(INFORMATION)

package branch

import (
	"math"

	"gonum.org/v1/gonum/floats"
	"gonum.org/v1/gonum/mat"
)

// square is a factored square matrix whose rows have been scaled to the same size.
type square struct {
	n     int
	scale []float64 // by row
	lu    mat.LU
}

// factor scales the rows of a, n×n row-major, in place, and factors it; false
// where a row is empty or not finite.
func factor(a []float64, n int) (*square, bool) {
	s := &square{n: n, scale: make([]float64, n)}
	for i := range n {
		row := a[i*n : (i+1)*n]
		size := largest(row)
		if size == 0 || math.IsInf(size, 1) {
			return nil, false
		}
		s.scale[i] = 1 / size
		floats.Scale(s.scale[i], row)
	}
	s.lu.Factorize(mat.NewDense(n, n, a))
	return s, true
}

// solve overwrites b with the solution of A z = b; false where A is singular.
func (s *square) solve(b []float64) bool {
	floats.Mul(b, s.scale)
	return s.back(b, false)
}

// solveTransposed overwrites b with the solution of Aᵀ z = b, for the unscaled A.
func (s *square) solveTransposed(b []float64) bool {
	ok := s.back(b, true)
	floats.Mul(b, s.scale)
	return ok
}

func (s *square) back(b []float64, transposed bool) bool {
	v := mat.NewVecDense(s.n, b)
	err := s.lu.SolveVecTo(v, transposed, v)
	if c, ill := err.(mat.Condition); err != nil && (!ill || math.IsInf(float64(c), 1)) {
		return false
	}
	return !math.IsInf(largest(b), 1)
}

// sign is the sign of the determinant, −1, 0 or 1.
func (s *square) sign() int {
	_, sign := s.lu.LogDet()
	return int(sign)
}

// largest is the largest magnitude in v; Inf where one is not finite.
func largest(v []float64) float64 {
	m := 0.0
	for _, e := range v {
		if !(math.Abs(e) <= math.MaxFloat64) {
			return math.Inf(1)
		}
		m = max(m, math.Abs(e))
	}
	return m
}

// unitLength scales v to length 1.
func unitLength(v []float64) { floats.Scale(1/floats.Norm(v, 2), v) }
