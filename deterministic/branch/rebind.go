package branch

import (
	"math"
	"slices"

	"holdfast/model"
)

// rebind gives the network with the knob at value v, or a value near it where only
// whole molecules will do. It is false where a total cannot be had by adding or
// taking away molecules of single species.
func rebind(n *model.Network, k Knob, v float64) (*model.Network, bool) {
	d := n.Draft()
	d.Declared = nil // the states themselves are followed
	copies, set := 0.0, map[string]float64{}
	switch k.kind {
	case copiesKnob:
		copies = v
	case totalKnob:
		species, ok := withTotal(n, k.total, v)
		if !ok {
			return nil, false
		}
		d.Species = species
	default:
		factor := math.Pow(v/k.Today(n), 1/float64(len(k.constants)))
		for _, c := range k.constants {
			set[n.Constants[c].Name] = n.Constants[c].Value * factor
		}
		if len(k.constants) == 1 {
			set[n.Constants[k.constants[0]].Name] = v
		}
	}
	out, err := d.Bind(copies, set)
	return out, err == nil
}

// withTotal gives the species with molecules added at the start, or taken away,
// so that total k is as near to v as whole molecules allow and the other totals
// are as they were.
func withTotal(n *model.Network, k int, v float64) ([]model.Species, bool) {
	totals := n.Conserved()
	species := slices.Clone(n.Species)
	missing := v - float64(totals[k].Value)
	counts := n.StartCounts()
	for i, w := range totals[k].Weights {
		if w == 0 || inOther(totals, k, i) {
			continue
		}
		add := max(math.Round(missing/float64(w)), -float64(counts[i]))
		missing -= add * float64(w)
		species[i].Start = (float64(counts[i]) + add) / n.Unit(i)
		if math.Abs(missing) < math.Abs(float64(w)) {
			return species, true
		}
	}
	return nil, false
}

func inOther(totals []model.Total, k, species int) bool {
	for j, t := range totals {
		if j != k && t.Weights[species] != 0 {
			return true
		}
	}
	return false
}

(End INFORMATION)

→ PROBLEM: Write the records out again. Keep every line exactly as it is.

→ ANSWER BOX:
package branch

import (
	"math"

	"gonum.org/v1/gonum/floats"
	"gonum.org/v1/gonum/mat"
)

// square is a factored square matrix whose rows have been scaled to the same size.
type square struct {
	n     int
	scale []float64 // by row
	lu    mat.LU
}

// factor scales the rows of a, n×n row-major, in place, and factors it; false
// where a row is empty or not finite.
func factor(a []float64, n int) (*square, bool) {
	s := &square{n: n, scale: make([]float64, n)}
	for i := range n {
		row := a[i*n : (i+1)*n]
		size := largest(row)
		if size == 0 || math.IsInf(size, 1) {
			return nil, false
		}
		s.scale[i] = 1 / size
		floats.Scale(s.scale[i], row)
	}
	s.lu.Factorize(mat.NewDense(n, n, a))
	return s, true
}

// solve overwrites b with the solution of A z = b; false where A is singular.
func (s *square) solve(b []float64) bool {
	floats.Mul(b, s.scale)
	return s.back(b, false)
}

// solveTransposed overwrites b with the solution of Aᵀ z = b, for the unscaled A.
func (s *square) solveTransposed(b []float64) bool {
	ok := s.back(b, true)
	floats.Mul(b, s.scale)
	return ok
}

func (s *square) back(b []float64, transposed bool) bool {
	v := mat.NewVecDense(s.n, b)
	err := s.lu.SolveVecTo(v, transposed, v)
	if c, ill := err.(mat.Condition); err != nil && (!ill || math.IsInf(float64(c), 1)) {
		return false
	}
	return !math.IsInf(largest(b), 1)
}

// sign is the sign of the determinant, −1, 0 or 1.
func (s *square) sign() int {
	_, sign := s.lu.LogDet()
	return int(sign)
}

// largest is the largest magnitude in v; Inf where one is not finite.
func largest(v []float64) float64 {
	m := 0.0
	for _, e := range v {
		if !(math.Abs(e) <= math.MaxFloat64) {
			return math.Inf(1)
		}
		m = max(m, math.Abs(e))
	}
	return m
}

// unitLength scales v to length 1.
func unitLength(v []float64) { floats.Scale(1/floats.Norm(v, 2), v) }
filename deterministic/branch/rebind.go
package branch

import (
	"math"
	"slices"

	"holdfast/model"
)

// rebind gives the network with the knob at value v, or a value near it where only
// whole molecules will do. It is false where a total cannot be had by adding or
// taking away molecules of single species.
func rebind(n *model.Network, k Knob, v float64) (*model.Network, bool) {
	d := n.Draft()
	d.Declared = nil // the states themselves are followed
	copies, set := 0.0, map[string]float64{}
	switch k.kind {
	case copiesKnob:
		copies = v
	case totalKnob:
		species, ok := withTotal(n, k.total, v)
		if !ok {
			return nil, false
		}
		d.Species = species
	default:
		factor := math.Pow(v/k.Today(n), 1/float64(len(k.constants)))
		for _, c := range k.constants {
			set[n.Constants[c].Name] = n.Constants[c].Value * factor
		}
		if len(k.constants) == 1 {
			set[n.Constants[k.constants[0]].Name] = v
		}
	}
	out, err := d.Bind(copies, set)
	return out, err == nil
}

// withTotal gives the species with molecules added at the start, or taken away,
// so that total k is as near to v as whole molecules allow and the other totals
// are as they were.
func withTotal(n *model.Network, k int, v float64) ([]model.Species, bool) {
	totals := n.Conserved()
	species := slices.Clone(n.Species)
	missing := v - float64(totals[k].Value)
	counts := n.StartCounts()
	for i, w := range totals[k].Weights {
		if w == 0 || inOther(totals, k, i) {
			continue
		}
		add := max(math.Round(missing/float64(w)), -float64(counts[i]))
		missing -= add * float64(w)
		species[i].Start = (float64(counts[i]) + add) / n.Unit(i)
		if math.Abs(missing) < math.Abs(float64(w)) {
			return species, true
		}
	}
	return nil, false
}

func inOther(totals []model.Total, k, species int) bool {
	for j, t := range totals {
		if j != k && t.Weights[species] != 0 {
			return true
		}
	}
	return false
}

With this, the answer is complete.